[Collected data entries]
################
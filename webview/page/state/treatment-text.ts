import type { Treatment } from '../../../core/treatment/treatment.ts';

const texts = new WeakMap<Treatment, string>();

/** A treatment as text, to know it again by. Treatments are long, and the same object for long: their text is made once. */
export function treatmentText(treatment: Treatment): string {
  let text = texts.get(treatment);
  if (text === undefined) {
    text = JSON.stringify(treatment);
    texts.set(treatment, text);
  }
  return text;
}
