import type { PrintImage } from '../../../core/proof/want.ts';
import type { PrintHash } from '../../../core/protocol.ts';
import type { ProofLink } from '../../link/proof-link.ts';
import type { Output } from './output.ts';

/** Whether prints of this page have the pixels that were built. The host is told the hash that the page found and answers yes or
 *  no; the build's own hash never comes here. */
export class BuiltChecks {
  readonly #link: ProofLink;
  readonly #changed: () => void;
  #answers = new Map<string, boolean | null>();

  constructor(link: ProofLink, changed: () => void) {
    this.#link = link;
    this.#changed = changed;
  }

  /** Null while nobody knows, or where nothing was built. */
  equals(image: PrintImage, use: Output, pixels: string): boolean | null {
    if (pixels === '' || 'lod' in image) return null;
    const print: PrintHash =
      'level' in image
        ? { use, level: image.level, target: null, pixels }
        : { use, level: null, target: image.target.name, pixels };
    const key = JSON.stringify(print);
    const known = this.#answers.get(key);
    if (known === undefined) void this.#ask(key, print);
    return known ?? null;
  }

  /** Something was built: what was answered may be otherwise now. */
  forget(): void {
    this.#answers = new Map();
  }

  async #ask(key: string, print: PrintHash): Promise<void> {
    const answers = this.#answers;
    answers.set(key, null);
    const { reply } = await this.#link.ask('isBuilt', print);
    if ('problem' in reply || reply.ok.equal === null) return;
    answers.set(key, reply.ok.equal);
    this.#changed();
  }
}
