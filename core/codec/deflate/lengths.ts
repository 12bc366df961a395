/** Bits of the codes that write symbols in the least room, none longer than `longest`; 0 where a symbol is never written. Two of
 *  them at least must be.
 *  Huffman's lengths where they are short enough, else those of package-merge. [Huffman52; LarmoreHirschberg90] */
export function codeLengths(counts: ArrayLike<number>, longest: number): Uint8Array {
  const order = sortSymbols(counts);
  if (order.length < 2) throw new RangeError(`Expected 2 symbols or more but received ${order.length}`);
  const weights = new Uint32Array(order.length);
  for (let rank = 0; rank < order.length; rank++) weights[rank] = counts[order[rank]];
  let depths = huffmanDepths(weights);
  if (depths[0] > longest) depths = mergedDepths(weights, longest);
  const lengths = new Uint8Array(counts.length);
  for (let rank = 0; rank < order.length; rank++) lengths[order[rank]] = depths[rank];
  return lengths;
}

/** Symbols that are written, the rarest first; the lower among equals. */
function sortSymbols(counts: ArrayLike<number>): Uint16Array {
  const keys = new Float64Array(counts.length);
  let used = 0;
  for (let symbol = 0; symbol < counts.length; symbol++) {
    if (counts[symbol] > 0) keys[used++] = counts[symbol] * 0x10000 + symbol;
  }
  const order = new Uint16Array(used);
  const sorted = keys.subarray(0, used).sort();
  for (let rank = 0; rank < used; rank++) order[rank] = sorted[rank] % 0x10000;
  return order;
}

/** Depths of leaves in the tree that joins the two lightest again and again; `weights` ascend. A leaf goes before a tree of its
 *  weight, which keeps the tree low. */
function huffmanDepths(weights: Uint32Array): Uint8Array {
  const leaves = weights.length;
  // Nodes: the leaves, then the trees in the order in which they are made, which is that of their weights.
  const sums = new Float64Array(2 * leaves - 1);
  sums.set(weights);
  const parents = new Uint16Array(2 * leaves - 1);
  let leaf = 0;
  let tree = leaves;
  for (let made = leaves; made < sums.length; made++) {
    for (let child = 0; child < 2; child++) {
      const lightest = leaf < leaves && (tree === made || sums[leaf] <= sums[tree]) ? leaf++ : tree++;
      sums[made] += sums[lightest];
      parents[lightest] = made;
    }
  }
  const depths = new Uint8Array(sums.length);
  for (let node = sums.length - 2; node >= 0; node--) depths[node] = depths[parents[node]] + 1;
  return depths.subarray(0, leaves);
}

/** Depths of leaves in the tree of at most `longest` levels that has the least sum of weight times depth; `weights` ascend. Each
 *  of the lists holds the leaves and the pairs of the list before, in the order of their weights; of the last one the first 2n - 2
 *  are taken, and a leaf is as deep as the times it is taken. */
function mergedDepths(weights: Uint32Array, longest: number): Uint8Array {
  const leaves = weights.length;
  if (leaves > 2 ** longest) throw new RangeError(`Expected ${2 ** longest} symbols or fewer but received ${leaves}`);
  const room = 2 * leaves;
  /** Of each list, which of its items are leaves. */
  const areLeaves = new Uint8Array(longest * room);
  let sums = new Uint32Array(room);
  let before = new Uint32Array(room);
  let count = 0;
  for (let level = 0; level < longest; level++) {
    [sums, before] = [before, sums];
    const pairs = count >> 1;
    count = leaves + pairs;
    let leaf = 0;
    let pair = 0;
    let pairSum = pairs > 0 ? before[0] + before[1] : Number.POSITIVE_INFINITY;
    for (let item = 0; item < count; item++) {
      if (leaf < leaves && weights[leaf] <= pairSum) {
        sums[item] = weights[leaf++];
        areLeaves[level * room + item] = 1;
      } else {
        sums[item] = pairSum;
        pair++;
        pairSum = pair < pairs ? before[2 * pair] + before[2 * pair + 1] : Number.POSITIVE_INFINITY;
      }
    }
  }
  const depths = new Uint8Array(leaves);
  let taken = 2 * leaves - 2;
  for (let level = longest - 1; level >= 0; level--) {
    let leaf = 0;
    for (let item = 0; item < taken; item++) if (areLeaves[level * room + item] === 1) depths[leaf++]++;
    taken = 2 * (taken - leaf);
  }
  return depths;
}
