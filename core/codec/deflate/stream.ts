import { type Before, writeBlock } from './block.ts';
import { BLOCK_BYTES, plainTokens, type Tokens } from './tokens.ts';

/** One zlib stream of the pieces, whose bytes are the same on every platform. Nothing is matched but runs of a byte: for what has
 *  been filtered and is grain then. A piece is only valid until the next is asked for. [RFC1950; RFC1951] */
export function* deflateRuns(pieces: Iterable<Uint8Array>, tokens: Tokens = plainTokens): Generator<Uint8Array> {
  const writer = tokens.open();
  const { block, out } = writer;
  let filled = 0;
  let before: Before = { bit: 0, zeros: 5 };
  let sum = 1;
  const end = (place: 'last' | 'inner'): Uint8Array => {
    sum = writer.sum(filled, sum);
    const { bit, zeros } = writeBlock(writer, filled, before, place);
    filled = 0;
    const whole = place === 'last' ? (bit + 7) >> 3 : bit >> 3;
    const made = out.slice(0, whole);
    out[0] = out[whole];
    before = { bit: bit & 7, zeros };
    return made;
  };
  try {
    yield Uint8Array.of(0x78, 0x01);
    for (const piece of pieces) {
      for (let at = 0; at < piece.length; ) {
        if (filled === BLOCK_BYTES) yield end('inner');
        const part = piece.subarray(at, at + BLOCK_BYTES - filled);
        block.set(part, filled);
        at += part.length;
        filled += part.length;
      }
    }
    yield end('last');
    yield Uint8Array.of(sum >>> 24, sum >>> 16, sum >>> 8, sum);
  } finally {
    writer.close();
  }
}
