import type { SourceHeader } from '../../../core/codec/source.ts';
import type { Problem } from '../../../core/problem.ts';
import { Shelf } from '../../../core/proof/shelf.ts';
import type { Answer, Answers, FromBench, ToBench, Want, WantKind } from '../../../core/proof/want.ts';
import { treatmentText } from './treatment-text.ts';

/** What the worker said to a want; undefined while it has said nothing. */
export type Told<K extends WantKind> = Answers[K] | { readonly problem: Problem } | undefined;

export function isProblem(told: object | undefined): told is { readonly problem: Problem } {
  return told !== undefined && 'problem' in told;
}

/** The page's side of its worker: what is wanted goes out, answers are kept by want. */
export class BenchLink {
  readonly #worker: Worker;
  readonly #answers = new Shelf<Answer | { readonly problem: Problem }>(ANSWER_BYTES, sizeOf);
  readonly #changed: () => void;
  #revision = 0;
  #sent = '';
  /** Whether the file that was opened last has been read. */
  #ready = false;
  /** Of the last file that was read: another one may be on its way. */
  header: SourceHeader | null = null;
  problem: Problem | null = null;
  /** Why prints are made slowly; null where they are not. */
  slow: Problem | null = null;

  constructor(worker: Worker, changed: () => void) {
    this.#worker = worker;
    this.#changed = changed;
    worker.onmessage = (event: MessageEvent<FromBench>) => this.#take(event.data);
    worker.onerror = (event) => {
      const values = { reason: event.message ?? 'worker' };
      this.problem = { code: 'unexpected', severity: 'error', values };
      changed();
    };
  }

  /** Another file, or other bytes of the same: what was answered before is forgotten. */
  open(name: string, bytes: ArrayBuffer, roughness: ArrayBuffer | null): void {
    this.#revision++;
    this.#sent = '';
    this.#answers.clear();
    this.#ready = false;
    this.problem = null;
    const buffers = roughness === null ? [bytes] : [bytes, roughness];
    this.#post({ kind: 'open', revision: this.#revision, name, bytes, roughness }, buffers);
  }

  /** In the order in which they are needed. What is known is not asked for again. */
  want(wants: readonly Want[]): void {
    if (!this.#ready) return;
    const keyed = new Map(wants.map((want) => [keyOf(want), want]));
    const open = [...keyed].filter(([key]) => this.#answers.get(key) === undefined);
    const list = open.map(([key]) => key).join('\n');
    if (list === this.#sent) return;
    this.#sent = list;
    this.#post({ kind: 'want', revision: this.#revision, wants: open.map(([key, want]) => ({ key, want })) }, []);
  }

  told<K extends WantKind>(want: Want & { readonly kind: K }): Told<K> {
    return this.#answers.get(keyOf(want)) as Told<K>;
  }

  close(): void {
    this.#worker.terminate();
  }

  #post(message: ToBench, transfer: Transferable[]): void {
    this.#worker.postMessage(message, transfer);
  }

  #take(message: FromBench): void {
    if (message.revision !== this.#revision) return;
    switch (message.kind) {
      case 'opened':
        this.header = message.header;
        this.#ready = true;
        this.slow = message.slow;
        break;
      case 'answer':
        this.#answers.put(message.key, message.answer);
        break;
      case 'problem':
        if (message.key === null) this.problem = message.problem;
        else this.#answers.put(message.key, { problem: message.problem });
        break;
    }
    this.#changed();
  }
}

/** Bytes of answers that the page keeps, so that going back is immediate. */
const ANSWER_BYTES = 160 * 1024 * 1024;

function keyOf(want: Want): string {
  if (!('treatment' in want)) return JSON.stringify(want);
  const { treatment, ...rest } = want;
  return `${JSON.stringify(rest)} ${treatmentText(treatment)}`;
}

function sizeOf(answer: Answer | { readonly problem: Problem }): number {
  if ('problem' in answer) return 256;
  switch (answer.kind) {
    case 'print':
      return answer.picture.codes.byteLength;
    case 'levels':
      return answer.levels.reduce((sum, { cut }) => sum + cut.codes.byteLength, 0);
    case 'halo':
      return answer.marks?.byteLength ?? 0;
    case 'art':
      return answer.off?.marks.byteLength ?? 64;
    case 'section':
      return answer.codes.byteLength;
    case 'footprint':
      return 4096;
    case 'pixels':
      return 64;
  }
}
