import { readFileSync } from 'node:fs';
import { join } from 'node:path';
import { PNG } from 'pngjs';
import { expect, test } from 'vitest';
import { resolveTreatment } from '../../core/treatment/resolve.ts';
import { parseSettings } from '../../core/treatment/settings.ts';
import { top } from '../house/tree.ts';

// The walkthrough shows cuts of README's pictures, which are tested to be what they say, and lines of what the program says.

test.each([
  ['proof.png', 'leaf-sheet.png', 16, 346],
  ['build.png', 'leaf-levels.png', 0, 176],
] as const)('%s is a cut of %s', (name, whole, left, up) => {
  const cut = read('extension/walkthrough', name);
  const from = read('test/demo/picture', whole);
  const expected = new PNG({ width: cut.width, height: cut.height });
  PNG.bitblt(from, expected, left, up, cut.width, cut.height, 0, 0);
  expect(Buffer.compare(cut.data, expected.data)).toBe(0);
});

test('its settings are settings', () => {
  const text = readFileSync(join(top, 'extension/walkthrough/settings.md'), 'utf8');
  const [, json] = /```json\n(.*?)```/s.exec(text)!;
  expect(parseSettings(json, 'sizeproof.json').problems).toEqual([]);
});

test('what it says of the leaf is so', () => {
  const { settings } = parseSettings(readFileSync(join(top, 'test/demo/sizeproof.json'), 'utf8'), 'sizeproof.json');
  const { origins } = resolveTreatment(settings, 'foliage/alder-twig.png');
  const text = readFileSync(join(top, 'extension/walkthrough/explain.md'), 'utf8');
  const rows = [...text.matchAll(/^\| `([\w.]+)` \| `(.*)` \| `?([^`,|]*[^`,| ])`?(?:, line (\d+))? \|$/gm)];
  expect(rows.length).toBe(4);
  for (const [, key, value, rule, line] of rows) {
    const origin = origins.find((each) => each.key === key)!;
    expect([key, JSON.stringify(origin.value), origin.rule, origin.line]).toEqual([
      key,
      value,
      rule,
      line === undefined ? undefined : Number(line),
    ]);
  }
});

function read(folder: string, name: string): PNG {
  return PNG.sync.read(readFileSync(join(top, folder, name)));
}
################
Required work
Word for word, restate the data above from its first line down to and including the line with "const key = JSON.stringify(print);".

Answer space
filename webview/page/state/treatment-text.ts
import type { Treatment } from '../../../core/treatment/treatment.ts';

const texts = new WeakMap<Treatment, string>();

/** A treatment as text, to know it again by. Treatments are long, and the same object for long: their text is made once. */
export function treatmentText(treatment: Treatment): string {
  let text = texts.get(treatment);
  if (text === undefined) {
    text = JSON.stringify(treatment);
    texts.set(treatment, text);
  }
  return text;
}
import type { PrintImage } from '../../../core/proof/want.ts';
import type { PrintHash } from '../../../core/protocol.ts';
import type { ProofLink } from '../../link/proof-link.ts';
import type { Output } from './output.ts';

/** Whether prints of this page have the pixels that were built. The host is told the hash that the page found and answers yes or
 *  no; the build's own hash never comes here. */
export class BuiltChecks {
  readonly #link: ProofLink;
  readonly #changed: () => void;
  #answers = new Map<string, boolean | null>();

  constructor(link: ProofLink, changed: () => void) {
    this.#link = link;
    this.#changed = changed;
  }

  /** Null while nobody knows, or where nothing was built. */
  equals(image: PrintImage, use: Output, pixels: string): boolean | null {
    if (pixels === '' || 'lod' in image) return null;
    const print: PrintHash =
      'level' in image
        ? { use, level: image.level, target: null, pixels }
        : { use, level: null, target: image.target.name, pixels };
    const key = JSON.stringify(print);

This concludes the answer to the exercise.